I might have laughed a little too hard, because Jane looks up, startled, and shoots a look our way that clearly indicates she would like to have some quiet study time at this casual family eatery. Amy mimes locking her lips and sighs heavily toward us.

“I’m trying to get Jane to chill the fuck out. Sometimes I think she almost gets it, like she’s almost going to enjoy her life, and then she cries because she wasn’t invited to the gifted and talented camp at some school I’ve never even heard of and I think, What the fuck have I done? Like, do you see any other kids reading next year’s biology textbook at the dinner table? No. No you do not, because it’s bonkers.”

“That’s a good problem,” Carla says, dunking her pizza crust in my milk. “I’m pretty sure that if you gave Jaxon a book, he’d just try to karate-kick through it. Or rip it in half, maybe? Good news is, I’m off the hook for a college savings account. Clearly.”

I think about my own mom, and if she ever wondered about her own mothering capabilities. I doubt it. She delighted in people asking if we were sisters, sometimes calling me “sissy” in public just to try to encourage the question so she could gleefully exclaim, “Kiki, did you hear that? They thought we were sisters!” I hated that, just like I hated my mom asking me to prom. Just like I hated going to prom with her—in matching dresses, of course—just like I hated how she’d “pop in” to the dorms at the University of North Dakota as if she had just been in the neighborhood, and not that she’d driven over four hours with an overnight bag. I hadn’t realized how weird it all was until my roommate and Kent pointed it out to me, but I’d never brought it up to her. How were moms supposed to know if they were doing a good job? Should we be giving our kids comment cards? Having the kinds of check-ins Kent and I have? Or just waiting until they’re grown-ups and it’s too late to do anything about it, and hope that we haven’t raised serial killers or multilevel marketers who are badgering their high school friends to come get rich quick with them while working from their phones?

“The worst part is that she’s just like me,” Amy says as Jane adjusts her glasses and leans even closer to her book. “She wants everything to be perfect all the time, and it makes her insane, and it makes me kind of hate her sometimes? Lucky for Dylan, he turned out just like Mike, and he’s lazy as shit. I found a bottle of pee in his room yesterday, because he’s too lazy to walk to the bathroom in the middle of the night.”

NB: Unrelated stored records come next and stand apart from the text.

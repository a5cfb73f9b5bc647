import { loadWorkOrderDetail } from "@/server/completions/queries";
import { withAccess } from "@/server/http/with-access";
import { WorkOrderParams } from "@/server/http/params";

/** A work order with its routine, counter, completion and the component's earlier work. */
export const GET = withAccess(
  { permission: "vessel:read", vessel: true, params: WorkOrderParams },
  ({ access, vessel, params }) => loadWorkOrderDetail(access, vessel, params.workOrderId),
);
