"""Gaussian-process regression with a Matérn-5/2 ARD kernel, fitted by type-II maximum
likelihood; a FITC sparse predictor for logs larger than the exact limit.

Model (on standardized inputs and outputs, see :class:`~advisor.surrogates.base.ScaledSurrogate`)::

    f ~ GP(0, k),   y_i = f(x_i) + eps_i,   eps_i ~ N(0, sigma_n^2)

    k(x, x') = sigma_f^2 (1 + sqrt(5) r + 5 r^2 / 3) exp(-sqrt(5) r),
    r^2      = sum_k (x_k - x'_k)^2 / l_k^2                       [RW2006, Eq. 4.17]

with one length scale ``l_k`` per input column (automatic relevance determination).
The hyperparameters ``(l_1..l_d, sigma_f^2, sigma_n^2)`` maximize the log marginal
likelihood [RW2006, Eq. 5.8]::

    log p(y | X) = -1/2 y^T K_y^{-1} y - 1/2 log|K_y| - n/2 log(2 pi),   K_y = K + sigma_n^2 I

and its gradient [RW2006, Eq. 5.9] ``1/2 tr((alpha alpha^T - K_y^{-1}) dK_y/dtheta)``,
by L-BFGS-B in log-parameter space from one fixed and several random starts.
Prediction follows [RW2006, Algorithm 2.1].

Why hand-written rather than scikit-learn's ``GaussianProcessRegressor``: the
Matérn gradient there materializes an ``n x n x d`` tensor per evaluation; the ARD
gradient below needs only ``n x n`` matrices and one ``n x n`` by ``n x d`` product,
because ``sum_ij G_ij (x_ik - x_jk)^2 = 2 sum_i x_ik^2 (G 1)_i - 2 x_k^T G x_k`` for a
symmetric ``G``.  ``benchmarks/gp_vs_sklearn.py`` measures the difference and
``tests/test_gp.py`` checks the likelihood and its gradient against scikit-learn.

Hyperparameter bounds (standardized units; our choices, documented in ``BOUNDS``):
length scales in [0.01, 100] (inputs have unit standard deviation, so 100 switches a
column off and 0.01 is far below any spacing a log of a few thousand trials resolves);
signal variance in [0.01, 100] (the outputs have unit variance); noise variance in
[1e-6, 10] (the floor keeps ``K_y`` well conditioned, cond <= n * 100 / 1e-6).

Large logs (``n > max_exact``): the hyperparameters are fitted by exact type-II ML on a
random subset of ``m`` training points, and the same ``m`` points serve as inducing
inputs of the fully independent training conditional (FITC) predictor of Snelson &
Ghahramani (2006), as set out by Quiñonero-Candela & Rasmussen (2005, the FITC
section, §6 from memory), which uses all ``n`` points at ``O(n m^2)`` cost and
``O(m * chunk)`` memory; no
``n x n`` matrix is formed.  The test conditional is kept exact (the covariance of
test points is ``K_** - Q_** + Q_*f (Q_ff + Lambda)^{-1} Q_f*``), so joint draws are
available.  Choosing the inducing inputs as the hyperparameter subset, and fitting the
hyperparameters on it rather than on the FITC likelihood, are our choices.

My brain crackles with excitement. Amy’s kids are weirdos, too.

“Yesterday,” I confess, “I gave Bernard the wrong kind of juice and he called me an idiot.”

“Jaxon still watches Sesame Street, and I’m not even sure that he gets it, you know what I mean?”

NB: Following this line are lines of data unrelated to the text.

def summary(res) -> dict:
    """The figures the README quotes: for every assessed case and variant, how often the
    rule picked a setting that truly wins (``truth``), and each true winner's simulated
    AUC difference per stand-in class, sign agreement and power."""
    out = {}
    for key, variants in res.get("assess", {}).items():
        # a true winner at 20 replicates (truth) or at 40 (truth_40, its own test)
        winners = set()
        for sec in ("truth", "truth_40"):
            winners |= set(res.get(sec, {}).get(key, {}).get("true_winners", []))
        for var, rows in variants.items():
            picked = [r["recommended"] for r in rows.values()]
            per = {}
            for w in sorted(winners):
                diffs = [r["comparisons"][w] for r in rows.values() if w in r["comparisons"]]
                if not diffs:
                    per[w] = "not in the backtested grid"
                    continue
                per[w] = {"seeds": len(diffs),
                          "mean_auc_difference": float(np.mean([c["mean_difference"]
                                                                for c in diffs])),
                          "negative_sign": int(sum(c["mean_difference"] < 0 for c in diffs)),
                          "by_class_negative_sign": {
                              cl: int(sum(c["by_class"][cl]["mean_difference"] < 0
                                          for c in diffs))
                              for cl in diffs[0]["by_class"]},
                          "by_class_min_p": {cl: float(min(c["by_class"][cl]["p"]
                                                           for c in diffs))
                                             for cl in diffs[0]["by_class"]}}
            out[f"{key} {var}"] = {
                "true_winners": sorted(winners), "seeds": len(picked),
                "picked_a_true_winner": int(sum(p in winners for p in picked)),
                "picked": picked,
                "power_at_0.1": [r["power_at_0.1"] for r in rows.values()],
                "winners_in_backtest": per}
    return out
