def lipschitz_estimate(U: np.ndarray, mean: np.ndarray, rng: np.random.Generator,
                       floor: float = 0.0, quantile: float = 0.5) -> float:
    """The ``quantile`` (default the median; 1 = the largest) of the slopes
    ``|mean_a - mean_b| / ||U_a - U_b||`` between rows (a subset of at most 400 drawn
    with ``rng``), a finite-difference stand-in for the gradient norm of [GDHL2016]_
    Sec. 3.3: one constant for every direction.  :func:`build_batch` now uses the
    per-axis :func:`axis_slopes` instead (module docstring); kept for comparisons.
    Pairs closer than 1e-9 are skipped; the result is at least ``floor``."""
    U = np.asarray(U, dtype=float)
    mean = np.asarray(mean, dtype=float)
    if len(U) > _LIPSCHITZ_POINTS:
        idx = rng.choice(len(U), size=_LIPSCHITZ_POINTS, replace=False)
        U, mean = U[idx], mean[idx]
    D = np.sqrt(((U[:, None, :] - U[None, :, :]) ** 2).sum(-1))
    dm = np.abs(mean[:, None] - mean[None, :])
    ok = D > 1e-9
    L = float(np.quantile(dm[ok] / D[ok], quantile)) if ok.any() else 0.0
    return max(L, floor)


#: Forward-difference step of :func:`axis_slopes`, as a fraction of each axis.
_SLOPE_STEP = 0.001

“Dylan failed study hall. Principal Burr said nobody had done it before. Nobody. Ever.”

“Clara took money out of a homeless woman’s cup.”

“I’m only seventy-five percent sure that Jaxon’s dad is his dad.”

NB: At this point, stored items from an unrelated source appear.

"""The orchestrator: build the task grid, run it, rank, and return an :class:`Assessment`.

Data flow::

    TrialTable ──encode per model──► (surrogate × fold) tasks ──Executor──► held-out
    predictions ──► scores, intervals, recalibration ──► ranking ──► backtest of the
    leading models' acquisition settings ──► recommendation ──► next-campaign plan

Each task fits one surrogate on one fold's training rows and predicts its test rows.  A
task that raises, or returns unusable predictions, is recorded with its error and the
model is ranked last; it never stops the run.  Every task's seed comes from the run
seed and the task's identity (:func:`advisor.execution.task_seed`), so serial, local
parallel and cluster runs give the same numbers.
"""

from __future__ import annotations

import datetime as _dt
import inspect
import platform
import sys
import time
import traceback
from dataclasses import dataclass, field
from typing import Callable, Sequence

import numpy as np
import pandas as pd

from . import decision
from ._version import __version__
from .decision import DEFAULT_ACQUISITION
from .errors import UsageError
from .execution import Executor, task_seed
from .logs import TrialTable
from .ranking import rank_surrogates
from .recalibration import cross_fitted_recalibration
from .scoring import (METRIC_KEYS, bootstrap_intervals, score_predictions,
                      stratified_bootstrap_index)
from .surrogates import check_predictions, describe_surrogate, make_surrogate, surrogate_names
from .validation import choose_scheme

__all__ = ["assess", "Assessment", "DEFAULT_ACQUISITION"]



@dataclass
class Assessment:
    """Everything an assessment found; the report and the JSON read only this."""

    trials: TrialTable
    seed: int
    quick: bool
    surrogates: list[str]
    validation: dict
    predictions: pd.DataFrame
    fold_metrics: pd.DataFrame
    metrics: dict
    intervals: dict
    failures: dict
    recalibration: dict
    ranking: pd.DataFrame
    recommendation: dict
    reasons: dict
    noise: dict
    model_info: dict
    backtest: dict | None = None
    planning: dict | None = None
    proposals: pd.DataFrame | None = None
    feasibility: dict | None = None
    timing: dict = field(default_factory=dict)
    versions: dict = field(default_factory=dict)
    command: str | None = None
    created: str = ""
    ranking_rule: str = ""

    def to_dict(self) -> dict:
        from .report.export import assessment_to_dict
        return assessment_to_dict(self)

    # The report package sits above this module; these thin delegations import it at
    # call time only (as to_dict does), so importing assessment never pulls it in.
    def _repr_html_(self) -> str:
        """Jupyter's rich display: a compact HTML summary (recommendation, ranking
        table, calibration figure) from the same section content as the PDF."""
        from .report.notebook import to_html
        return to_html(self)

    def figure(self, name: str):
        """The report's figure ``name`` as a :class:`matplotlib.figure.Figure`; names
        in :meth:`figure_names` (e.g. ``"calibration"``, ``"coverage"``)."""
        from .report.notebook import figure
        return figure(self, name)

    @staticmethod
    def figure_names() -> list[str]:
        """Names :meth:`figure` accepts, in the report's order."""
        from .report.notebook import figure_names
        return figure_names()


def _package_versions() -> dict:
    out = {"advisor": __version__, "python": platform.python_version()}
    for mod in ("numpy", "scipy", "sklearn", "pandas", "torch", "joblib"):
        m = sys.modules.get(mod)
        if m is None:
            try:
                m = __import__(mod)
            except ImportError:
                continue
        out["scikit-learn" if mod == "sklearn" else mod] = getattr(m, "__version__", "?")
    return out


def _fit_predict_task(name: str, fold: int, X, y, groups, train, test, seed: int,
                      quick: bool, options: dict) -> dict:
    """Fit one surrogate on one fold; top-level so that worker processes can run it."""
    out = {"surrogate": name, "fold": fold, "test": np.asarray(test), "error": None,
           "fit_seconds": np.nan, "predict_seconds": np.nan, "noise_std": None, "info": {}}
    try:
        model = make_surrogate(name, seed=seed, quick=quick, **options)
        grouped = bool(getattr(model, "uses_groups", False))
        t0 = time.perf_counter()
        if grouped:
            model.fit(X[train], y[train], groups=groups[train])
        else:
            model.fit(X[train], y[train])
        t1 = time.perf_counter()
        pred = (model.predict(X[test], groups=groups[test]) if grouped
                else model.predict(X[test]))
        t2 = time.perf_counter()
        if not (isinstance(pred, (tuple, list)) and len(pred) == 2):
            raise ValueError(f"predict returned {type(pred).__name__}, not the pair "
                             "(mean, std): the model gives no predictive uncertainty")
        mean, std = check_predictions(pred[0], pred[1], len(test))
        if hasattr(model, "predict_dist") and not grouped:
            # a non-Gaussian predictive distribution: per-point scores at variance scale 1
            dist = model.predict_dist(X[test])
            out.update(nll_pt=np.asarray(dist.nll(y[test]), dtype=float),
                       crps_pt=np.asarray(dist.crps(y[test]), dtype=float),
                       pit=np.asarray(dist.cdf(y[test]), dtype=float))
        noise = getattr(model, "noise_std_", None)
        out.update(mean=mean, std=std, fit_seconds=t1 - t0, predict_seconds=t2 - t1,
                   noise_std=None if noise is None else float(noise),
                   info=dict(getattr(model, "info_", {}) or {}))
    except Exception as exc:  # one model failing on one fold must not sink the run
        out["error"] = f"{type(exc).__name__}: {exc}".splitlines()[0][:300]
        out["traceback"] = traceback.format_exc(limit=6)
    return out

“Dylan tried to make a grilled cheese sandwich on a lamp.”

“Clara killed our neighbor’s ferret with her bare hands, and we all said it was an accident but sometimes I think . . . was it?”

“Yesterday, in the shower, I spent ten minutes fantasizing that Mike would take Dylan in the divorce and Jane and I could just spend our days in a house where nobody celebrates their own farts.”

“I left Bernard at the mall on purpose.”

GEEZ LOUISE THIS FEELS GOOD. ALL THOSE THOUGHTS THAT I was certain made me a terrible, awful, no-good mother? They were normal. Or at least normal to these other two psychos. The three of us are laughing. Not the nervous kind of laugh I usually throw in when the silence feels awkward, but a real laugh. My eyes are watering, and my stomach hurts, and every breath I manage to sneak in just turns into a bigger giggle. It’s so consuming, we hardly notice that our kids have stopped destroying the restaurant and are staring at us with a mix of fear and embarrassment. I wipe tears from my eyes and give Bernard a thumbs-up, which he returns with his middle finger. As the high of our giggles subsides, something quieter creeps in.